Cette hiérarchie, associée au devoir de loyauté des fonctionnaires, agit comme « une chape de plomb », souffle Sibylle (1), une syndicaliste CGT en préfecture, qui a requis l’anonymat.

« Récemment, une collègue évoquait une main aux fesses d’un préfet et l’impossibilité pour elle d’en parler. Dès que ça touche au lien hiérarchique, la parole se ferme », regrette-t-elle. Elle enchérit :

« L’État doit être exemplaire. Et si on sort des dossiers, il ne l’est plus. Alors, on étouffe l’affaire quoi qu’il arrive. Un préfet, ça se protège. Pour le défier, il faut avoir les reins solides. »
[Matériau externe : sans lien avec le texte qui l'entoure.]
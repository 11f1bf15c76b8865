package main

import (
	"encoding/csv"
	"os"
	"path/filepath"
	"strings"
	"testing"
)

// Tune against reviews through a running gateway (--gateway: a snapshot of
// its store, reviews included). Each of bed-1..3 has one spo2_low episode:
// 30 s below 90 %, announced 15 s after onset by adult-ward-pilot. bed-1 is
// reviewed actionable, bed-2 artefact, bed-3 not at all. By hand:
//
//	delay 15s: all three raised again -> positives raised 1 of 1, negatives
//	           avoided 0 of 1, unreviewed alarms 1 (bed-3's);
//	delay 45s: none lasts 45 s -> raised 0 of 1, avoided 1 of 1, unreviewed 0.
func TestTuneAgainstReviewsThroughAGateway(t *testing.T) {
	gw := startEpisodeGateway(t, "bed-1", "bed-2", "bed-3")
	_, out, _ := runCmd("episodes", "--gateway", gw, "--format", "csv")
	ids := map[string]string{}
	for _, r := range readEpisodesCSV(t, out) {
		if r["condition"] == "spo2_low" {
			ids[r["device"]] = r["episode_id"]
		}
	}
	for dev, label := range map[string]string{"bed-1": "actionable", "bed-2": "artefact"} {
		if code, _, errOut := runCmd("review", "--gateway", gw, "--episode", ids[dev], "--label", label); code != 0 {
			t.Fatalf("review %s: %s", dev, errOut)
		}
	}
	dir := t.TempDir()
	grid := filepath.Join(dir, "grid.yaml")
	if err := os.WriteFile(grid, []byte("base: adult-ward-pilot\nsweep:\n  spo2_low.delay: [15s, 45s]\nreference:\n"+
		"  reviews: {positive: [actionable], negative: [not-actionable, artefact]}\n"), 0o644); err != nil {
		t.Fatal(err)
	}
	outDir := filepath.Join(dir, "out")
	code, stdout, stderr := runCmd("tune", "--grid", grid, "--gateway", gw, "--out", outDir)
	if code != 0 {
		t.Fatalf("tune: exit %d: %s", code, stderr)
	}
	if !strings.Contains(stdout, "1 positive (actionable), 1 negative (not-actionable, artefact), 0 reviewed otherwise") {
		t.Errorf("tune output lacks the reviewed counts:\n%s", stdout)
	}
	b, err := os.ReadFile(filepath.Join(outDir, "summary.csv"))
	if err != nil {
		t.Fatal(err)
	}
	rows, err := csv.NewReader(strings.NewReader(afterCaution(t, "summary.csv", string(b)))).ReadAll()
	if err != nil {
		t.Fatal(err)
	}
	col := map[string]int{}
	for i, c := range rows[0] {
		col[c] = i
	}
	want := map[string][5]string{ // reviewed_positive, positive_raised, reviewed_negative, negative_avoided, unreviewed_alarms
		"15s": {"1", "1", "1", "0", "1"},
		"45s": {"1", "0", "1", "1", "0"},
	}
	for _, r := range rows[1:] {
		w, ok := want[r[col["spo2_low.delay"]]]
		if !ok {
			t.Fatalf("unexpected row %v", r)
		}
		for i, c := range []string{"reviewed_positive", "positive_raised", "reviewed_negative", "negative_avoided", "unreviewed_alarms"} {
			if r[col[c]] != w[i] {
				t.Errorf("delay %s: %s = %q, want %s (worked above)", r[col["spo2_low.delay"]], c, r[col[c]], w[i])
			}
		}
		if r[col["ppv"]] != "" {
			t.Errorf("delay %s: ppv %q, want empty (undefined against reviews)", r[col["spo2_low.delay"]], r[col["ppv"]])
		}
	}
	if html, _ := os.ReadFile(filepath.Join(outDir, "report.html")); !strings.Contains(string(html), "Against the reviews") {
		t.Error("report.html lacks the reviews table")
	}
	// A trend CSV has no reviews: refused with the reason.
	code, _, stderr = runCmd("tune", "--grid", grid, "--in", grid, "--out", filepath.Join(dir, "x"))
	if code != 1 || !strings.Contains(stderr, "reference reviews: needs --data or --gateway") {
		t.Errorf("--in with reviews: exit %d, %q", code, stderr)
	}
}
Le cas Anne Ballereau et Alain Thirion

Anne Ballereau en sait quelque chose. Elle a été frappée par « l’ambiance sexiste » en arrivant au ministère de l’Intérieur, après avoir fait carrière dans l’Éducation nationale. En poste en tant que sous-préfète de Calvi à partir d’août 2014, la haute fonctionnaire dit s’être heurtée aux « remarques laides sur les femmes » de son supérieur de l’époque, ainsi qu’à son comportement « tactile » et aux « humiliations » répétées. Un certain Alain Thirion, alors préfet de la Haute-Corse. (2)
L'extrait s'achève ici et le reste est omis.